**Exercise description**
Filter this material down to the lines that hold "byDistance", copying each one.

══════

/**
 * "What lies near this wavelength?" — a pure query over the loaded catalog. The command
 * (src/commands/lookup.ts) only parses arguments and prints; everything it shows comes from here.
 */
import type { Diagnostic, Outcome } from '../diagnostics.js';
import { airToVacuum } from '../reduce/airVacuum.js';
import { didYouMean } from '../session/suggest.js';
import { lowerBound, windowRange } from './search.js';
import type { Catalog, LineOrigin, SpeciesLines } from './types.js';

export type QueryMedium = 'air' | 'vacuum';

export interface LineQuery {
  /** The wavelength asked about, in `medium`. */
  wavelength_nm: number;
  /** Half-width of the window, in nm (the window is wavelength ± window_nm). */
  window_nm: number;
  medium: QueryMedium;
  /** Species to look in; null means every species of the catalog. */
  species: readonly string[] | null;
  /** Also list faint lines (flag `faint`: weak lines never weighed as evidence). */
  faint?: boolean;
}

export interface LineHit {
  species: string;
  /** The species as written for people: forbidden lines in brackets, `[O III]`, semiforbidden `C III]`. */
  label: string;
  vacuum_nm: number;
  /** null below 200 nm, where air wavelengths are not defined. */
  air_nm: number | null;
  /** The line in the query's medium (vacuum where air is undefined). */
  wavelength_nm: number;
  /** Line minus query, in the query's medium. */
  distance_nm: number;
  unc_nm: number;
  intensity: number;
  /** 1 = the species' strongest line; equal intensities share a rank. */
  intensity_rank: number;
  /** How many lines the species has, so the rank can be read ("3 of 47"). */
  species_lines: number;
  flags: readonly string[];
  source: string;
  origin: LineOrigin;
  /** Where the row is ("atomic.tsv:42"). */
  row: string;
}

export interface LineQueryResult {
  hits: LineHit[];
  /** The closest line outside the window when nothing is inside, so an empty answer still helps. */
  nearest: LineHit | null;
}

/** Case, spacing and brackets ("[o iii]") do not matter when naming a species. */
function normaliseSpecies(name: string): string {
  return name
    .replace(/^\[(.*)\]$/, '$1')
    .replace(/\]$/, '')
    .trim()
    .replace(/\s+/g, ' ')
    .toLowerCase();
}

function problem(field: string, message: string, hint?: string): Diagnostic {
  return {
    file: '<command line>',
    line: 1,
    col: 1,
    severity: 'error',
    code: 'unknown-name',
    field,
    message,
    ...(hint ? { hint } : {}),
  };
}

/**
 * The species a query may look in: the named species and the species of the named groups
 * (a union, as in a session's `candidates`), or null (everything) when neither is given.
 */
export function resolveSpeciesFilter(
  catalog: Catalog,
  species: readonly string[],
  groups: readonly string[],
): Outcome<string[] | null> {
  if (species.length === 0 && groups.length === 0) return { ok: true, value: null, warnings: [] };
  const diagnostics: Diagnostic[] = [];
  const chosen = new Set<string>();
  const byKey = new Map(catalog.names.map((n) => [normaliseSpecies(n), n]));
  for (const name of species) {
    const found = byKey.get(normaliseSpecies(name));
    if (found) {
      chosen.add(found);
      continue;
    }
    const guess = didYouMean(name, catalog.names);
    diagnostics.push(
      problem(
        '--species',
        `the catalog has no species "${name}"`,
        guess ? `did you mean "${guess}"?` : 'write it as element and ion stage, e.g. "Fe II"',
      ),
    );
  }
  const groupIds = [...catalog.groups.keys()];
  for (const id of groups) {
    const group = catalog.groups.get(id);
    if (group) {
      for (const s of group.species) chosen.add(s);
      continue;
    }
    const guess = didYouMean(id, groupIds);
    diagnostics.push(
      problem(
        '--group',
        `there is no candidate group "${id}"`,
        guess ? `did you mean "${guess}"?` : `known groups: ${groupIds.join(', ')}`,
      ),
    );
  }
  if (diagnostics.length > 0) return { ok: false, diagnostics };
  return { ok: true, value: [...chosen].sort(), warnings: [] };
}

/** The bracket convention of the pages (src/report/format.ts speciesLabel); a data stage may not import report/. */
function labelFor(species: string, flags: readonly string[]): string {
  if (flags.includes('forbidden')) return `[${species}]`;
  if (flags.includes('semiforbidden')) return `${species}]`;
  return species;
}

/** `both`: the species' weighed and faint lines, which rank together (one table's scale). */
function hitAt(lines: SpeciesLines, k: number, query: LineQuery, both: readonly SpeciesLines[]): LineHit {
  const vacuum_nm = lines.vacuum_nm[k] as number;
  const air = lines.air_nm[k] as number;
  const air_nm = Number.isNaN(air) ? null : air;
  const wavelength_nm = query.medium === 'air' && air_nm !== null ? air_nm : vacuum_nm;
  const intensity = lines.intensity[k] as number;
  let stronger = 0;
  for (const table of both) for (const other of table.intensity) if (other > intensity) stronger++;
  const flags = lines.flags[k] ?? [];
  return {
    species: lines.species,
    label: labelFor(lines.species, flags),
    vacuum_nm,
    air_nm,
    wavelength_nm,
    distance_nm: wavelength_nm - query.wavelength_nm,
    unc_nm: lines.unc_nm[k] as number,
    intensity,
    intensity_rank: stronger + 1,
    species_lines: both.reduce((n, t) => n + t.vacuum_nm.length, 0),
    flags,
    source: lines.source[k] as string,
    origin: lines.origin[k] as LineOrigin,
    row: lines.row[k] as string,
  };
}

const byDistance = (a: LineHit, b: LineHit) =>
  Math.abs(a.distance_nm) - Math.abs(b.distance_nm) ||
  a.species.localeCompare(b.species) ||
  a.vacuum_nm - b.vacuum_nm;

/** Vacuum wavelength of a query-medium wavelength (the catalog is indexed in vacuum). */
function toVacuum(wavelength_nm: number, medium: QueryMedium): number {
  return medium === 'air' ? airToVacuum(wavelength_nm) : wavelength_nm;
}

/**
 * Catalog lines within ±window of the wavelength, nearest first. Each species' window is found
 * by binary search on its sorted vacuum wavelengths (the air↔vacuum conversion is monotonic, so
 * the window's ends convert exactly); distances are then measured in the query's own medium.
 */
/**
 * How far a row's own air value may sit from its vacuum value converted by the IAU formula (the
 * catalog checks allow 0.002 nm; sources round and use other formulas). The search in vacuum is
 * widened by this, and the window is then applied in the query's medium, so a line whose air
 * value is inside the window is never lost because its vacuum value lies just outside.
 */
const MEDIUM_MARGIN_NM = 0.01;

export function queryLines(catalog: Catalog, query: LineQuery): LineQueryResult {
  // Widened in vacuum too: the window's edges are then decided by the exact test below alone.
  const from_vac = toVacuum(query.wavelength_nm - query.window_nm, query.medium) - MEDIUM_MARGIN_NM;
  const to_vac = toVacuum(query.wavelength_nm + query.window_nm, query.medium) + MEDIUM_MARGIN_NM;
  const centre_vac = toVacuum(query.wavelength_nm, query.medium);
  const hits: LineHit[] = [];
  let nearest: LineHit | null = null;
  for (const name of query.species ?? catalog.names) {
    // Faint lines rank with the species' other lines; they are listed only when asked for.
    const both = [catalog.species.get(name), catalog.faint.get(name)].filter(
      (t): t is SpeciesLines => t !== undefined,
    );
    const weighed = catalog.species.get(name);
    for (const lines of query.faint ? both : both.filter((t) => t === weighed)) {
      const [start, end] = windowRange(lines.vacuum_nm, from_vac, to_vac);
      for (let k = start; k < end; k++) {
        const hit = hitAt(lines, k, query, both);
        // The medium conversion at the window's ends can differ from the line's own air value
        // in the last digit; the window is defined in the query's medium, so check it there.
        if (Math.abs(hit.distance_nm) <= query.window_nm + 1e-9) hits.push(hit);
      }
      const at = lowerBound(lines.vacuum_nm, centre_vac);
      for (const k of [at - 1, at]) {
        if (k < 0 || k >= lines.vacuum_nm.length) continue;
        const hit = hitAt(lines, k, query, both);
        if (nearest === null || byDistance(hit, nearest) < 0) nearest = hit;
      }
    }
  }
  hits.sort(byDistance);
  return { hits, nearest: hits.length > 0 ? null : nearest };
}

══════

**Result below**
const byDistance = (a: LineHit, b: LineHit) =>
        if (nearest === null || byDistance(hit, nearest) < 0) nearest = hit;
  hits.sort(byDistance);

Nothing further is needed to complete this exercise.